Let us see the procedure step-by-step:
  1. Alice generates her key pair using the methods previously described. She ends with \( NP \)(pubkey) and \( N \) (privkey); She sends her public key to Bob;
  2. Bob does the same and sends his public key \( MP \) to Alice;
  3. Both of them agree on using \( P \) as the starting point;
  4. Alice computes the shared secret key by adding \( MP \) to itself \( N \) times, that is $$ \underbrace{MP + MP + \cdots + MP}_{N\ times} = N \cdot MP $$
  5. Bob computes the shared secret key by adding \( NP \) to itself \( M \) times, that is $$ \underbrace{NP + NP + \cdots + NP}_{M\ times} = M \cdot NP $$
  6. They both end up with the same value(let us call it \( K \) ) since \( (NM)P = (MN)P \).
At this point they can exchange sensitive information by encrypting them using a symmetrical encryption algorithm and the shared private key \() K \).

As the classic DHKE, this algorithm does not provide signature of the keys, meaning that ECDH is vulnerable to MITM attacks.

Discrete Logarithm Problem

In this guide we saw three different algorithms/techniques to encrypt/exchange cryptographic keys using public keys approach.

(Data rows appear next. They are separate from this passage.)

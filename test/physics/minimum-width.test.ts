import { describe, it } from 'vitest';
import { energyUnitOf, flatModule, moduleWith, pulseOf, pumpedTo, roundTripTimeOf } from './modules.ts';
import { expectOutputs, records } from './published.ts';

const gain = 1.2;
/** No dissipative loss: the whole loss is the output coupling. */
const base = pumpedTo(gain, flatModule({ resonator: { roundTripLoss: 0 } }));
const trip = roundTripTimeOf(base);

function pulseAt(coupling: number) {
  return pulseOf(moduleWith({ resonator: { outputReflectivity: Math.exp(-coupling * gain) } }, base));
}

/** Place of the greatest value between two ends, by golden section. */
function best(value: (x: number) => number, from: number, to: number): number {
  const share = (Math.sqrt(5) - 1) / 2;
  let low = from;
  let high = to;
  while (high - low > 1e-7) {
    const left = high - share * (high - low);
    const right = low + share * (high - low);
    if (value(left) > value(right)) high = right;
    else low = left;
  }
  return (low + high) / 2;
}

describe('the shortest pulse and the highest peak, through predict', () => {
  it.each(records('minimum-width', 'zayhowski'))('%s', (_, record) => {
    const coupling = best((x) => -pulseAt(x).width_fwhm_s, 0.1, 0.8);
    expectOutputs(record, {
      FWHM_min_times_lnG_over_trt: (pulseAt(coupling).width_fwhm_s * gain) / trip,
      output_coupling_over_lnG: coupling,
    });
  });

  it.each(records('minimum-width', 'max-peak'))('%s', (_, record) => {
    const coupling = best((x) => pulseAt(x).peak_power_W, 0.1, 0.8);
    expectOutputs(record, {
      r_at_max_peak_power: 1 / coupling,
      coupling_over_lnG: coupling,
      '(r-1-ln r)/r^2': (pulseAt(coupling).peak_power_W * trip) / (energyUnitOf(base) * gain ** 2),
    });
  });
});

While they are quite different one from another, they all have something in common: the discrete logarithm problem. This mathematical problem is the reason why encryption algorithms that relies on public keys are considered secure. So let us end this guide by giving a quick overview about it.
Let \( G \) be a finite cyclic group of \( n \) elements. Let \( b \) be a generator of \( G \) , then \( \forall g \in G \) we can use the following notation $$ g = b^k $$ with \( k \in \mathbb{Z} \). We can define the discrete logarithm function as $$ \log_b \colon G \to \mathbb{Z}_n $$ Where \( \mathbb{Z}_p \) is the ring of integers modulo \( n \).

Thus, the function is a group homomorphism.
The “problem” with the discrete logarithm is that is quite easy to compute the exponent of two numbers(we saw the exponentiation by squaring algorithm in the Diffie-Hellman section) but is extremely difficult to compute the inverse in polynomial time. This ensures the security of most of modern cryptography.